奴之家國雖為弱小,但忠君之念感德之心時時不敢或忘,此次奴領兵前來,若無功空返,豈不愧對拔那汗君民的熱望?奴這一各不足天可汗掛齒的賤命,隻有交代在這地方了,也算是為天可汗的西征大軍一壯行色了!”眼見塔室利葉護重拾舊稱,誓言追隨大唐至尊西征,極盡其力地表示忠誠,為了大局,為了拔那汗的上下臣民,薛裕王子隻得忍住對葛邏祿的憤恨之情,也俯身叩拜道。

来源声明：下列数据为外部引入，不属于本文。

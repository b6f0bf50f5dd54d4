import { GEOMETRY_BOUNDS, type GeometryBound } from './geometryBounds'
import { readTrace } from './geometryFields'
import { tracePiece } from './geometryPiece'
import type { Model, ModelInput } from './model'
import type { Values } from './piece'

/**
 * A trace computed from its cross-section. Heights, copper, Dk, Df and the foil's Rz come from the stack-up of its assembly
 * where the line names a layer of it and does not say them itself. The method of Dk and Df and the resin content are recorded
 * and shown; no number is made of them, as there is no law that would hold for more than one laminate. Holds up to where
 * the formulas and the model of the laminate do; a ratio outside them gives no number.
 */
export const geometry: Model = (input) => {
  const read = readTrace(input)
  if (read === null) return null
  const { trace, values } = read
  const outside = GEOMETRY_BOUNDS[trace.structure].filter((bound) => !isInside(bound, bound.of(values, trace.anchor)))
  for (const bound of outside) say(input, bound, values, trace.anchor)
  return outside.length > 0 ? null : { values, build: (changed) => tracePiece(trace, changed) }
}

/** Rounding of typed numbers, so that a value at the bound is inside. */
const EDGE = 1e-9

function isInside({ from, to }: GeometryBound, ratio: number): boolean {
  return ratio >= (from ?? 0) * (1 - EDGE) && ratio <= (to ?? Number.MAX_VALUE) * (1 + EDGE)
}

function say(
  { fields, line }: ModelInput,
  { name, of, from, to, field }: GeometryBound,
  values: Values,
  anchor: number,
) {
  const range = from === null ? `up to ${to}` : to === null ? `from ${from}` : `from ${from} to ${to}`
  fields.say(
    'outside-validity',
    field,
    `${fields.name}: the ${name} is ${Number(of(values, anchor).toPrecision(3))}; the formulas of a ${line.structure} hold ${range}.`,
    'Check the dimensions and their units, or state the loss with where it comes from.',
  )
}
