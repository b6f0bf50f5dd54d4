/**
 * Effective permittivity of the odd mode of a coupled microstrip over frequency: Kirschning and Jansen, IEEE Trans. MTT 32(1),
 * 1984 (from memory), whose weaker dispersion of the odd mode becomes that of the single line where the gap is wide.
 * @param u width/height
 * @param g gap/height
 * @param height m
 * @param nominal relative permittivity that the factors are taken at: they hardly feel how it moves over frequency
 */
export function coupledDispersion(u: number, g: number, height: number, nominal: number) {
  const base = 0.27488 - 0.065683 * Math.exp(-8.7513 * u) + 0.6315 * u
  const scale = 0.33622 * (1 - Math.exp(-0.03442 * nominal))
  const high = 0.0363 * Math.exp(-4.6 * u) * (1 + 2.751 * (1 - Math.exp(-((nominal / 15.916) ** 8))))
  const p8 = 0.7168 * (1 + 1.076 / (1 + 0.0576 * (nominal - 1)))
  const falling = 0.7913 * Math.atan(2.481 * (nominal / 8) ** 0.946)
  const p10 = 0.242 * (nominal - 1) ** 0.55
  const narrow = 0.6366 * Math.atan(1.263 * (u / 3) ** 1.629)
  const share = 1 / (1 + 1.183 * u ** 1.376)
  const nearness = 0.8928 * Math.exp(-((1.695 * p10) / (0.414 + 1.605 * p10)) * g ** 1.092)
  return (effective: number, dielectric: number, hz: number): number => {
    const fn = hz * height * 1e-6
    const width = base + (0.525 * u) / (1 + 0.0157 * fn) ** 20
    const slope = 0.1844 + high * (1 - Math.exp(-((fn / 38.7) ** 4.97)))
    const p9 = p8 - falling * (1 - Math.exp(-((fn / 20) ** 1.424)))
    const p11 = narrow * (Math.exp(-0.3401 * fn) - 1)
    const p12 = p9 + (1 - p9) * share
    const p14 = 0.8928 + 0.1072 * (1 - Math.exp(-0.42 * (fn / 20) ** 3.215))
    const p15 = Math.abs(1 - (nearness * (1 + p11) * p12) / p14)
    const p = width * scale * (slope * fn * p15) ** 1.5763
    return dielectric - (dielectric - effective) / (1 + p)
  }
}

/** Hz · m up to which it holds (from memory): 25 GHz · mm. */
export const COUPLED_DISPERSION_LIMIT = 25e6
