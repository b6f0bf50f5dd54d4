'use client'
import { useState } from 'react'
import { allowanceToCatalogue } from '../../../../../lib/budget/catalogues/allowances'
import type { Allowance } from '../../../../../lib/budget/schema'
import { callApi } from '../../../../form/client/callApi'
import { useBench, useReading } from '../state/contexts'
import css from './catalogue.module.css'

/** Keeps an allowance of this budget in the catalogue of the server, for everybody who is signed in there. */
export function SaveAllowance({ allowance }: { allowance: Allowance }) {
  const { budget, evaluation } = useReading()
  const { canWrite } = useBench()
  const [outcome, setOutcome] = useState<string | null>(null)
  const [busy, setBusy] = useState(false)
  if (!canWrite) return null
  const save = async () => {
    if (busy) return
    setBusy(true)
    const entry = allowanceToCatalogue(allowance, budget, evaluation.signalling)
    const answer = await callApi('POST', '/api/v1/catalogues', { kind: 'allowance', entry })
    setBusy(false)
    setOutcome(
      answer.ok ? "Kept in this server's catalogue; everybody signed in here can take it." : answer.problem.sentence,
    )
  }
  return (
    <div className={css.save}>
      <button
        type="button"
        className={css.button}
        aria-label={`Save ${allowance.name?.trim() || 'this allowance'} to this server's catalogue`}
        onClick={save}
      >
        Save to this server's catalogue
      </button>
      <p className={css.quiet} role="status">
        {outcome}
      </p>
    </div>
  )
}
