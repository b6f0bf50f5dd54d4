'use client'
import { useRef, useState } from 'react'
import {
  type AllowanceEntry,
  allowanceFromCatalogue,
  OWN_COPY_WINS,
  PUBLISHED_ALLOWANCES,
} from '../../../../../lib/budget/catalogues/allowances'
import { addRecord } from '../deeds/records'
import { useBench, useLook, useReading } from '../state/contexts'
import { allowanceRow } from './allowanceRow'
import { CatalogueDialog } from './CatalogueDialog'
import css from './catalogue.module.css'
import { filled } from './filled'
import { useServerEntries } from './useServerEntries'

/** Adds an allowance from the catalogue: the published ones, and those of this server. */
export function AllowanceCatalogue() {
  const { canWrite } = useBench()
  const [open, setOpen] = useState(false)
  if (!canWrite) return null
  return (
    <>
      <button type="button" className={css.button} onClick={() => setOpen(true)}>
        Take an allowance from the catalogue
      </button>
      {open && <Choice onClosed={() => setOpen(false)} />}
    </>
  )
}

function Choice({ onClosed }: { onClosed: () => void }) {
  const { budget, evaluation } = useReading()
  const { act, read } = useBench()
  const { goTo } = useLook()
  const { entries, problem, remove } = useServerEntries()
  const added = useRef<string | null>(null)
  const { nyquist } = evaluation.signalling
  const rows = [
    ...entries.flatMap((one) =>
      one.kind === 'allowance' ? [allowanceRow(one.id, one.entry, budget, nyquist, one)] : [],
    ),
    ...PUBLISHED_ALLOWANCES.map(({ id, ...entry }) => allowanceRow(id, entry, budget, nyquist, null)),
  ]
  const take = (entry: AllowanceEntry) => {
    const { operations, id } = addRecord(read(), 'allowances', filled(allowanceFromCatalogue(entry, read())))
    added.current = id
    return act(operations)
  }
  const closed = (taken: boolean) => {
    onClosed()
    if (taken && added.current !== null) goTo({ section: 'allowances', id: added.current, field: null })
  }
  return (
    <CatalogueDialog
      title="Catalogue of allowances"
      caution={OWN_COPY_WINS}
      rows={rows}
      problem={problem}
      onTake={take}
      onRemove={remove}
      onClosed={closed}
    />
  )
}
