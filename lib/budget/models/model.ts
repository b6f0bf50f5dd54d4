import type { EvidenceData, LossAt } from '../evaluation'
import type { Findings } from '../findings'
import type { Budget, Line, LossClass } from '../schema'
import type { Computed, Surroundings } from './piece'

/** What a model may know. */
export type ModelInput = {
  /** The line, with the values of one lane. */
  readonly line: Line
  readonly fields: Findings<'lines'>
  /** The loss class that the line names, and its fields; null where it names none that exists. */
  readonly lossClass: LossClass | null
  readonly classFields: Findings<'lossClasses'> | null
  /** Layers of the line's assembly, evidence records: read only through livingRecord and inOrder. */
  readonly budget: Budget
  readonly evidence: EvidenceData
  /** What a computed model recomputes its physics in. */
  readonly surroundings: Surroundings
  /** Hz that the loss is asked at. A computed model answers for all frequencies and does not read it. */
  readonly hz: number
  /** Ω, differential; null where the budget does not say it. */
  readonly reference: number | null
  /** Bd; null where the link does not say it. */
  readonly symbolRate: number | null
  /** Continues 'this is …' where a frequency is a well-known mistake for the Nyquist frequency, else null. */
  readonly mistake: (hz: number) => string | null
}

/** The loss of one line at one frequency, before skew, corner and tolerance. */
export type ModelLoss = {
  readonly db: number
  readonly by: NonNullable<LossAt['by']>
  /** dB to each side that moving in frequency added; adds to the tolerance. */
  readonly spreadDb: number
}

/**
 * Finds the loss at the frequency, or a piece computed from its physics that is asked at any; or writes down in the findings
 * why there is neither and answers null.
 */
export type Model = (input: ModelInput) => ModelLoss | Computed | null
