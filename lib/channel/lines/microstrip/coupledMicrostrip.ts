import { ETA0 } from '../../materials/constants'
import { effectivePermittivity, thinMicrostrip } from './hammerstadJensen'

/**
 * An edge-coupled pair of no thickness: Kirschning and Jansen, IEEE Trans. MTT 32(1), 1984 (from memory), for u and g from 0.1 to
 * 10 and εr up to 18. Boundary elements differ by −0.2 to +0.25 % in impedance.
 * @param u width/height
 * @param g gap/height
 * @returns Ω in air, of one conductor
 */
export function thinCoupledMicrostrip(u: number, g: number, mode: 'odd' | 'even'): number {
  const alone = thinMicrostrip(u)
  return alone / (1 - (alone / ETA0) * (mode === 'odd' ? oddCoupling(u, g) : evenCoupling(u, g)))
}

/** Q4 of the paper. */
function evenCoupling(u: number, g: number): number {
  const q1 = 0.8695 * u ** 0.194
  const q3 = 0.1975 + (16.6 + (8.4 / g) ** 6) ** -0.387 + Math.log(g ** 10 / (1 + (g / 3.4) ** 10)) / 241
  const near = Math.exp(-g)
  return (2 * q1) / far(g) / (near * u ** q3 + (2 - near) * u ** -q3)
}

/** Q10 of the paper. */
function oddCoupling(u: number, g: number): number {
  const q5 = 1.794 + 1.14 * Math.log1p(0.638 / (g + 0.517 * g ** 2.43))
  const q6 = 0.2305 + Math.log(g ** 10 / (1 + (g / 5.8) ** 10)) / 281.3 + Math.log1p(0.598 * g ** 1.154) / 5.1
  const q7 = (10 + 190 * g * g) / (1 + 82.3 * g ** 3)
  const q8 = Math.exp(-6.5 - 0.95 * Math.log(g) - (g / 0.15) ** 5)
  const q9 = Math.log(q7) * (q8 + 1 / 16.5)
  return evenCoupling(u, g) - (q5 * Math.exp(Math.log(u) * q6 * u ** -q9)) / far(g)
}

/** Q2 of the paper. */
function far(g: number): number {
  return 1 + 0.7519 * g + 0.189 * g ** 2.31
}

/** Static effective permittivity of the pair (same paper). Its odd mode feels less of the dielectric than a single line. */
export function coupledPermittivity(u: number, g: number, dielectric: number, mode: 'odd' | 'even'): number {
  if (mode === 'even') {
    const v = (u * (20 + g * g)) / (10 + g * g) + g * Math.exp(-g)
    return effectivePermittivity(v, dielectric)
  }
  const alone = effectivePermittivity(u, dielectric)
  const half = (dielectric + 1) / 2
  const a = 0.7287 * (alone - half) * (1 - Math.exp(-0.179 * u))
  const b = (0.747 * dielectric) / (0.15 + dielectric)
  const c = b - (b - 0.207) * Math.exp(-0.414 * u)
  const d = 0.593 + 0.694 * Math.exp(-0.562 * u)
  return (half + a - alone) * Math.exp(-c * g ** d) + alone
}
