import type { Findings } from '../findings'
import type { Line } from '../schema'
import type { ModelInput } from './model'
import type { Values } from './piece'

/** Hz; the schema knows no higher frequency. A model without an upper end of its own ends here. */
export const HIGHEST = 3e11

/** One end or both of the range that a model holds in. */
export type Bound = {
  /** Where the flag hangs: the field that moves the figure most. */
  readonly field: keyof Line & string
  /** What is bounded, to stand in 'its … is 3.2'. */
  readonly what: string
  /** The figure, from the model's values with `hz` and `reference` added; NaN where something for it is not known. */
  readonly figure: (values: Values) => number
  readonly least: number
  readonly most: number
}

/** Rounding of units must not put a value that stands on a bound outside. */
const EDGE = 1e-9

/**
 * Whether the values lie in the model's range at the frequency asked for; what lies outside is written down.
 * @param values SI, of the model's fields
 */
export function holds(input: ModelInput, bounds: readonly Bound[], values: Values): boolean {
  const asked = { ...values, hz: input.hz, reference: input.reference ?? Number.NaN }
  const broken = bounds.filter((bound) => isBroken(bound, asked))
  for (const bound of broken) sayBroken(input.fields, bound, bound.figure(asked))
  return broken.length === 0
}

function isBroken({ figure, least, most }: Bound, values: Values): boolean {
  const value = figure(values)
  return value < least * (1 - EDGE) || value > most * (1 + EDGE)
}

function sayBroken(fields: Findings<'lines'>, { field, what, least, most }: Bound, value: number): void {
  const range =
    least === 0 ? `up to ${most}` : most === Number.POSITIVE_INFINITY ? `from ${least}` : `from ${least} to ${most}`
  fields.say(
    'outside-validity',
    field,
    `${fields.name}: its ${what} is ${Number(value.toPrecision(3))}; the model holds ${range}.`,
    'Check the value, or state the loss from a simulation or a measurement.',
  )
}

對於域外諸國族,不論是東夷、南蠻,抑或是西戎、北狄,我從來沒有過一絲輕視之心,更沒有認為他們所在之地是未服王化的荒蠻之地。作為擁有前世記憶的我,我當然知道這些周圍的外族異國,現在雖有些落後或者荒僻,但它們所擁有的能量終有爆發的時候:所謂康、石、火尋、吐火羅等西域之地,是後世的哈薩克斯坦、烏茲別克斯坦、吉爾吉斯斯坦、土庫曼斯坦、塔吉克斯坦和伊朗;依靠大唐統一朝鮮半島、現在惟大唐朝廷馬首是瞻的新羅國,就是後世不認城隍不認燈、則非常的朝鮮……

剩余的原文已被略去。